Scotiabank employee and mother of two Giselle Crystal Peters was looking forward to completing and moving into her new home with her family by Christmas.
But on Saturday, when she went to check in on her soon-to-be new house in Gasparillo, the 38-year-old woman was ambushed by bandits, stabbed in the neck and died. She had gone to the two-storey house at Reform Residential Phase II, a new housing development, to check the progress of the work. However, around 11.35 am, residents heard screaming and three masked men were seen running out of the structure. They entered a maroon-coloured vehicle, and one of the men was heard shouting, “Drive, drive, drive.”
A resident found Peters on the ground on the lower level with a knife in her neck. She died before the police and ambulance got to the scene.
At her home in Marabella, yesterday, relatives were in tears as they tried to come to terms with her murder.
They were hoping that the police investigation would reveal why Peters was killed.
“She did not even get time to enjoy the home that she worked so hard to build. Today, I don’t have a big sister. This crime situation is too out of control,” lamented one of Peters’ sisters.
Relatives said Peters worked at Scotiabank’s High Street, San Fernando branch and had been employed with the bank for more than ten years, during which time she received awards.
Her common-law husband Tyrell Roberts, who went to Tobago with friends last Thursday, said he was speaking with her on her cell phone when she was attacked. She told him she was about to leave the property. He briefly recalled, “Upon talking to her, I heard a voice in the background and then she said, she phone, she phone, and then the call cut. I kept calling back and it wasn’t answering,” he said.
Roberts said he grew worried and called his in-laws to check on her, but at that time no one had a vehicle.
While the in-laws were trying to make their way to Gasparillo, he said he got a call from a friend who works with the ambulance service that his wife had been killed. He said they had been building their home for the past 11 months.
Ayanna, one of Peters’ cousins, said she had been saving her money to complete her home. Noting that every year their family had a Christmas breakfast or brunch, she said, “Crystal was like, ‘I saving my money to finish my house. Everything keeping by me this year.’ That was her goal, to move in by Christmas and have our family breakfast or brunch by her.”

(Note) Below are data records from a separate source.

RunResult DistributedEngine::run(SimulationObserver& observer, const SimulationOptions& options) {
  Impl& e = *impl_;
  const Model& model = e.model;
  // One thread per rank unless asked: ranks already share the cores.
  omp_set_num_threads(model.solver.threads > 0 ? model.solver.threads : 1);
  const StartState* start = options.start ? &*options.start : nullptr;
  RunResult result = starting_result(start, e.solver_name(), e.choice_reason);
  const RunResult base = result;  // counters before this call
  const NewtonSettings settings = newton_settings(model);
  std::vector<double> head(e.part.n_held(), std::nan(""));
  DistributedStepper stepper(e, settings, observer, options, head, base);
  return run_from_start(model, e.layout, e.part, stepper, head, start, result, observer,
                        options.checkpoint ? options.checkpoint_every : 0);
}

}  // namespace aquiledger
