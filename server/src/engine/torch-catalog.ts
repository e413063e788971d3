// What the engine knows of library layer classes: canonical names, constructor signatures with defaults, families.
// Defaults are those of torch/nn/modules/*.py (PyTorch 2.x); see RULES.md "Grounds".

export type Family =
  | 'conv' | 'convtranspose' | 'linear' | 'batchnorm' | 'syncbatchnorm' | 'instancenorm' | 'groupnorm' | 'layernorm'
  | 'dropout' | 'alphadropout' | 'activation' | 'selu' | 'rnn' | 'pool' | 'shape' | 'embedding' | 'other';

export interface Param {
  name: string;
  /** JSON-like default, or undefined when required. */
  default?: number | string | boolean | null;
}

export interface LayerSpec {
  /** Canonical public name, e.g. "torch.nn.BatchNorm2d". */
  type: string;
  family: Family;
  /** Spatial rank the layer expects: 1, 2, 3 for conv/norm variants, 0 for features-only (Linear). */
  rank?: number;
  params: Param[];
  /** Parameters after `*` (keyword-only) or accepted by **kwargs. */
  keywordOnly?: Param[];
}

const p = (name: string, def?: Param['default']): Param => (def === undefined ? { name } : { name, default: def });

const specs: LayerSpec[] = [];
const add = (type: string, family: Family, params: Param[], extra: Partial<LayerSpec> = {}) => specs.push({ type: `torch.nn.${type}`, family, params, ...extra });

for (const r of [1, 2, 3]) {
  add(`Conv${r}d`, 'conv', [p('in_channels'), p('out_channels'), p('kernel_size'), p('stride', 1), p('padding', 0), p('dilation', 1), p('groups', 1), p('bias', true), p('padding_mode', 'zeros'), p('device', null), p('dtype', null)], { rank: r });
  add(`ConvTranspose${r}d`, 'convtranspose', [p('in_channels'), p('out_channels'), p('kernel_size'), p('stride', 1), p('padding', 0), p('output_padding', 0), p('groups', 1), p('bias', true), p('dilation', 1), p('padding_mode', 'zeros'), p('device', null), p('dtype', null)], { rank: r });
  add(`LazyConv${r}d`, 'conv', [p('out_channels'), p('kernel_size'), p('stride', 1), p('padding', 0), p('dilation', 1), p('groups', 1), p('bias', true), p('padding_mode', 'zeros')], { rank: r });
  add(`BatchNorm${r}d`, 'batchnorm', [p('num_features'), p('eps', 1e-5), p('momentum', 0.1), p('affine', true), p('track_running_stats', true), p('device', null), p('dtype', null)], { rank: r });
  add(`LazyBatchNorm${r}d`, 'batchnorm', [p('eps', 1e-5), p('momentum', 0.1), p('affine', true), p('track_running_stats', true)], { rank: r });
  add(`InstanceNorm${r}d`, 'instancenorm', [p('num_features'), p('eps', 1e-5), p('momentum', 0.1), p('affine', false), p('track_running_stats', false), p('device', null), p('dtype', null)], { rank: r });
  add(`Dropout${r}d`, 'dropout', [p('p', 0.5), p('inplace', false)]);
  for (const kind of ['MaxPool', 'AvgPool']) add(`${kind}${r}d`, 'pool', [p('kernel_size'), p('stride', null), p('padding', 0)]);
  for (const kind of ['AdaptiveAvgPool', 'AdaptiveMaxPool']) add(`${kind}${r}d`, 'pool', [p('output_size')]);
}
add('SyncBatchNorm', 'syncbatchnorm', [p('num_features'), p('eps', 1e-5), p('momentum', 0.1), p('affine', true), p('track_running_stats', true), p('process_group', null), p('device', null), p('dtype', null)]);
add('GroupNorm', 'groupnorm', [p('num_groups'), p('num_channels'), p('eps', 1e-5), p('affine', true), p('device', null), p('dtype', null)]);
add('LayerNorm', 'layernorm', [p('normalized_shape'), p('eps', 1e-5), p('elementwise_affine', true), p('bias', true), p('device', null), p('dtype', null)]);
add('RMSNorm', 'layernorm', [p('normalized_shape'), p('eps', null), p('elementwise_affine', true)]);
add('Linear', 'linear', [p('in_features'), p('out_features'), p('bias', true), p('device', null), p('dtype', null)], { rank: 0 });
add('LazyLinear', 'linear', [p('out_features'), p('bias', true)], { rank: 0 });
add('Bilinear', 'linear', [p('in1_features'), p('in2_features'), p('out_features'), p('bias', true)], { rank: 0 });
add('Dropout', 'dropout', [p('p', 0.5), p('inplace', false)]);
add('AlphaDropout', 'alphadropout', [p('p', 0.5), p('inplace', false)]);
add('FeatureAlphaDropout', 'alphadropout', [p('p', 0.5), p('inplace', false)]);
add('SELU', 'selu', [p('inplace', false)]);
for (const a of ['ReLU', 'ReLU6', 'SiLU', 'Mish', 'Hardswish', 'Hardsigmoid']) add(a, 'activation', [p('inplace', false)]);
for (const a of ['Sigmoid', 'Tanh', 'Softsign', 'Tanhshrink', 'LogSigmoid']) add(a, 'activation', []);
add('LeakyReLU', 'activation', [p('negative_slope', 0.01), p('inplace', false)]);
add('ELU', 'activation', [p('alpha', 1.0), p('inplace', false)]);
add('CELU', 'activation', [p('alpha', 1.0), p('inplace', false)]);
add('GELU', 'activation', [p('approximate', 'none')]);
add('PReLU', 'activation', [p('num_parameters', 1), p('init', 0.25)]);
add('Softplus', 'activation', [p('beta', 1.0), p('threshold', 20.0)]);
add('Hardtanh', 'activation', [p('min_val', -1.0), p('max_val', 1.0), p('inplace', false)]);
add('Softmax', 'activation', [p('dim', null)]);
add('LogSoftmax', 'activation', [p('dim', null)]);
add('Identity', 'shape', []);
add('Flatten', 'shape', [p('start_dim', 1), p('end_dim', -1)]);
add('Unflatten', 'shape', [p('dim'), p('unflattened_size')]);
add('Upsample', 'shape', [p('size', null), p('scale_factor', null), p('mode', 'nearest'), p('align_corners', null)]);
add('Embedding', 'embedding', [p('num_embeddings'), p('embedding_dim'), p('padding_idx', null), p('max_norm', null)]);
const rnnKw = [p('bias', true), p('batch_first', false), p('dropout', 0.0), p('bidirectional', false)];
add('LSTM', 'rnn', [p('input_size'), p('hidden_size'), p('num_layers', 1), ...rnnKw, p('proj_size', 0)]);
add('GRU', 'rnn', [p('input_size'), p('hidden_size'), p('num_layers', 1), ...rnnKw]);
add('RNN', 'rnn', [p('input_size'), p('hidden_size'), p('num_layers', 1), p('nonlinearity', 'tanh'), ...rnnKw]);

const byType = new Map(specs.map((s) => [s.type, s]));

/** Containers whose children the engine tracks. */
export const CONTAINERS = new Set(['torch.nn.Sequential', 'torch.nn.ModuleList', 'torch.nn.ModuleDict']);

/** Module paths that re-export torch.nn's classes under longer names. */
const ALIASES: [RegExp, string][] = [
  // (each pattern must start with ALIAS_PREFIX, below)
  // torch.nn.modules.batchnorm.BatchNorm2d and torch.nn.modules.BatchNorm2d are torch.nn.BatchNorm2d;
  // intermediate module paths (torch.nn.modules.batchnorm) stay as they are so attribute chains still resolve
  [/^torch\.nn\.modules\.(?:[a-z_]+\.)?([A-Z]\w*)$/, 'torch.nn.$1'],
];

/** Every alias pattern starts with this: a plain prefix test rejects most names far faster than the expressions. */
const ALIAS_PREFIX = 'torch.nn.modules.';

export function canonical(q: string): string {
  if (!q.startsWith(ALIAS_PREFIX)) return q;
  for (const [re, to] of ALIASES) if (re.test(q)) return q.replace(re, to);
  return q;
}

export function layerSpec(q: string): LayerSpec | undefined {
  return byType.get(canonical(q));
}

/** Is this a torch.nn class we construct as a layer (known signature or any other capitalised torch.nn name)? */
export function isTorchLayerClass(q: string): boolean {
  // every catalogued type and every name the test below accepts is under torch.nn (asked for every library call)
  if (!q.startsWith('torch.nn.')) return false;
  const c = canonical(q);
  if (byType.has(c)) return true;
  const m = /^torch\.nn\.([A-Z][A-Za-z0-9]*)$/.exec(c);
  return !!m && !CONTAINERS.has(c) && !['Module', 'Parameter', 'ParameterList', 'ParameterDict'].includes(m[1]);
}

export function familyOf(type: string): Family {
  return byType.get(type)?.family ?? 'other';
}

/** The norm families that hold running or batch statistics per channel. */
export const BATCH_STAT_FAMILIES: ReadonlySet<Family> = new Set(['batchnorm', 'syncbatchnorm']);
export const NORM_FAMILIES: ReadonlySet<Family> = new Set(['batchnorm', 'syncbatchnorm', 'instancenorm', 'groupnorm', 'layernorm']);
export const DROPOUT_FAMILIES: ReadonlySet<Family> = new Set(['dropout', 'alphadropout']);

/** Layers whose output has the channel count of their input. */
export const CHANNEL_PRESERVING: ReadonlySet<Family> = new Set(['activation', 'selu', 'dropout', 'alphadropout', 'pool', 'batchnorm', 'syncbatchnorm', 'instancenorm', 'groupnorm', 'layernorm']);

/** torch.nn.functional / torch functions that keep the channel layout of their first argument. */
export const CHANNEL_PRESERVING_FUNCTIONS = new Set(
  ['relu', 'relu6', 'relu_', 'elu', 'selu', 'gelu', 'silu', 'mish', 'leaky_relu', 'sigmoid', 'tanh', 'hardswish', 'dropout', 'dropout1d', 'dropout2d', 'dropout3d', 'alpha_dropout', 'feature_alpha_dropout', 'max_pool1d', 'max_pool2d', 'max_pool3d', 'avg_pool1d', 'avg_pool2d', 'avg_pool3d', 'adaptive_avg_pool2d', 'adaptive_max_pool2d', 'interpolate'].flatMap((n) => [`torch.nn.functional.${n}`, `torch.${n}`]),
);

/** Library constructors that build whole networks known to contain mode-dependent layers (BatchNorm, dropout, stochastic
 * depth). torchvision ViTs are left out: by default their dropout is 0 and they normalise with LayerNorm. */
export function isKnownCaringConstructor(q: string): boolean {
  return /^torchvision\.models\.(resnet|resnext|wide_resnet|vgg\d+_bn|densenet|mobilenet|efficientnet|regnet|convnext|inception|googlenet|shufflenet|mnasnet|squeezenet|alexnet|swin_|maxvit)/.test(q) ||
    /^torchvision\.models\.(segmentation|detection)\./.test(q);
}

/** torch.nn's private base classes that `isinstance` checks name, by the families of their public subclasses. */
const PRIVATE_BASES: Record<string, ReadonlySet<Family>> = {
  'torch.nn._NormBase': new Set(['batchnorm', 'syncbatchnorm', 'instancenorm']),
  'torch.nn._BatchNorm': new Set(['batchnorm', 'syncbatchnorm']),
  'torch.nn._InstanceNorm': new Set(['instancenorm']),
  'torch.nn._ConvNd': new Set(['conv', 'convtranspose']),
  'torch.nn._ConvTransposeNd': new Set(['convtranspose']),
  'torch.nn._DropoutNd': new Set(['dropout', 'alphadropout']),
};

/** `torch.nn.batchnorm._BatchNorm` (what `nn.modules.batchnorm._BatchNorm` resolves to step by step) → `torch.nn._BatchNorm`. */
function classPath(q: string): string {
  return canonical(q).replace(/^torch\.nn\.(?:modules\.)?[a-z_]+\.(?=_?[A-Z])/, 'torch.nn.');
}

/**
 * Whether torch.nn class `type` is `base` or a subclass of it (torch/nn/modules/*.py class statements):
 * undefined when either class is one the catalog does not describe.
 */
export function isTorchSubclass(type: string, base: string): boolean | undefined {
  const t = classPath(type);
  const b = classPath(base);
  if (t === b || b === 'torch.nn.Module') return true;
  const spec = byType.get(t);
  if (!spec) return CONTAINERS.has(t) && isKnownTorchClass(b) ? false : undefined;
  // LazyLinear(LazyModuleMixin, Linear) and LazyConv2d(..., Conv2d) subclass their eager class; LazyBatchNorm2d does not
  if (t.startsWith('torch.nn.Lazy') && spec.family !== 'batchnorm' && b === `torch.nn.${t.slice('torch.nn.Lazy'.length)}`) return true;
  const priv = PRIVATE_BASES[b];
  if (priv) return priv.has(spec.family);
  return isKnownTorchClass(b) ? false : undefined;
}

/** A torch.nn class the catalog describes (layer, container, or private base). */
export function isKnownTorchClass(q: string): boolean {
  const c = classPath(q);
  return byType.has(c) || CONTAINERS.has(c) || c in PRIVATE_BASES;
}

Lamenting the crime situation, she said, “Out of hand, Oh God, the girl was in her own place, minding her business and doing her own thing.” Despite her petite size, she believes that Peters would have tried to defend herself.
Ayanna added that Peters was like her sister. She said the mother of two worked hard and everything she did centred around her two daughters, ages six and nine. “She lived for her children, the best of everything she gave them. They never wanted for anything.” Describing her as kind-hearted, quiet and sweet, she lamented, “Crystal did not deserve this.”
Investigators said yesterday they were still trying to determine a motive. They said the suspects stole Peters’ bag, while her phone was left at the scene.
Officers of the Homicide Bureau Region III are investigating.